Syfy et Amblin TV (Steven Spielberg) collaborent sur un projet visant à porter sur le petit écran, sous forme de série, le célèbre roman d’Aldous Huxley, classé 5e au classement des meilleurs romans du 20e siècle par Modern Library.

Le Meilleur des mondes fut publié pour la première fois en 1932 ; il s’agit en quelque sorte d’une « prophétie » (partiellement réalisée) de l’époque que nous traversons et de l’avenir vers lequel nous nous dirigeons. Si l’auteur a créé sur papier un monde « sans pauvreté, guerre ni maladie », notre monde actuel n’en est bien évidemment pas encore là, bien au contraire.


Le monde utopique que nous présente l’auteur est basé sur une fabrication industrielle de nouveaux-nés qui seront conditionnés, bien avant leur naissance et jusqu’à la fin de leurs jours, à vivre selon le modèle qui aura été choisi pour eux. Une prédestination qui leur convient parfaitement, puisque conditionnés pour l’accepter intégralement.

Séparés en classes sociales bien définies (Alpha, Beta, Gamma, Delta et Epsilon), les citoyens de ce nouveau monde vivent, produisent, consomment et copulent sans remettre en question l’ordre établi, leur identité prédéfinie ou la stabilité du Système. Une stabilité que l’on doit notamment à l’absence d’émotions telles que l’amour familial ou de recherche d’élévation spirituelle (les textes religieux et poétiques y sont proscrits et soigneusement conservés dans le coffre d’un des dix « administrateurs mondiaux », un peu comme dans le film Equilibrium).
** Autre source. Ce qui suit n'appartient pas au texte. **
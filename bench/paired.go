package main

import (
	"math"
	"slices"
	"time"
)

// pair is ours against a floor, timed in alternating rounds (paired).
type pair struct {
	ours, floor float64 // medians over the rounds, ns per call
	lo, hi      float64 // the ratio's 10th and 90th percentiles over the rounds
}

func (p pair) ratio() float64 { return p.ours / p.floor }

// paired times ours and floor in alternating short rounds — ours for n
// calls, then the floor for n calls, rounds times — so that load from
// neighbours on a shared machine hits both alike, and returns the medians
// of the per-call times and the spread of the per-round ratio. Each func
// runs its work n times. One warm-up round of each comes first.
func paired(ours, floor func(n int), n, rounds int) pair {
	if quick {
		rounds = max(rounds/4, 5)
	}
	ours(n)
	floor(n)
	var o, f, r []float64
	for range rounds {
		t0 := time.Now()
		ours(n)
		t1 := time.Now()
		floor(n)
		t2 := time.Now()
		a, b := float64(t1.Sub(t0).Nanoseconds())/float64(n), float64(t2.Sub(t1).Nanoseconds())/float64(n)
		o, f, r = append(o, a), append(f, b), append(r, a/b)
	}
	return pair{ours: quantile(o, 0.5), floor: quantile(f, 0.5), lo: quantile(r, 0.1), hi: quantile(r, 0.9)}
}

// roundsOf returns how many calls make a round of about 2 ms, for work of
// about ns per call.
func roundsOf(ns float64) int {
	return max(1, int(math.Round(2e6/ns)))
}

func quantile(xs []float64, q float64) float64 {
	s := slices.Clone(xs)
	slices.Sort(s)
	return s[int(q*float64(len(s)-1)+0.5)]
}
Si d’aventure un citoyen venait à subir un petit coup de blues ou à remettre en question le monde qui l’entoure, la consommation généralisée de « soma », une drogue légale et parfaite rééquilibrant l’humeur optimale de ses usagers (toute la population) le renverrait au pays des merveilles…

Nous laissons bien évidemment aux lecteurs qui n’ont pas encore lu ce livre le loisir de le découvrir de leur côté. Cependant, pour les besoins du présent article, certains passages des premiers chapitres seront cités.
Procédons par étapes…

Comme vous le savez, notre média est ouvertement opposé au Nouvel ordre mondial que l’on voudrait nous imposer, ainsi qu’aux dirigeants (officiels comme ceux de l’ombre) qui semblent déterminés à faire s’accomplir certaines prophéties messianiques. Chacun est bien évidemment libre de ne pas croire en ces « délires sectaires », mais le fait est que les mecs d’en face, eux, y croient dur comme fer. Et qu’ils sont prêts à réduire la Terre en poussière pour cela.

Ce Nouvel ordre mondial est présent dans Le Meilleur des mondes sous la forme de dix administrateurs mondiaux. Une sorte de gouvernement unifié des différentes régions du globe qui n’ont qu’une seule et même devise planétaire : « Communauté, identité, stabilité ».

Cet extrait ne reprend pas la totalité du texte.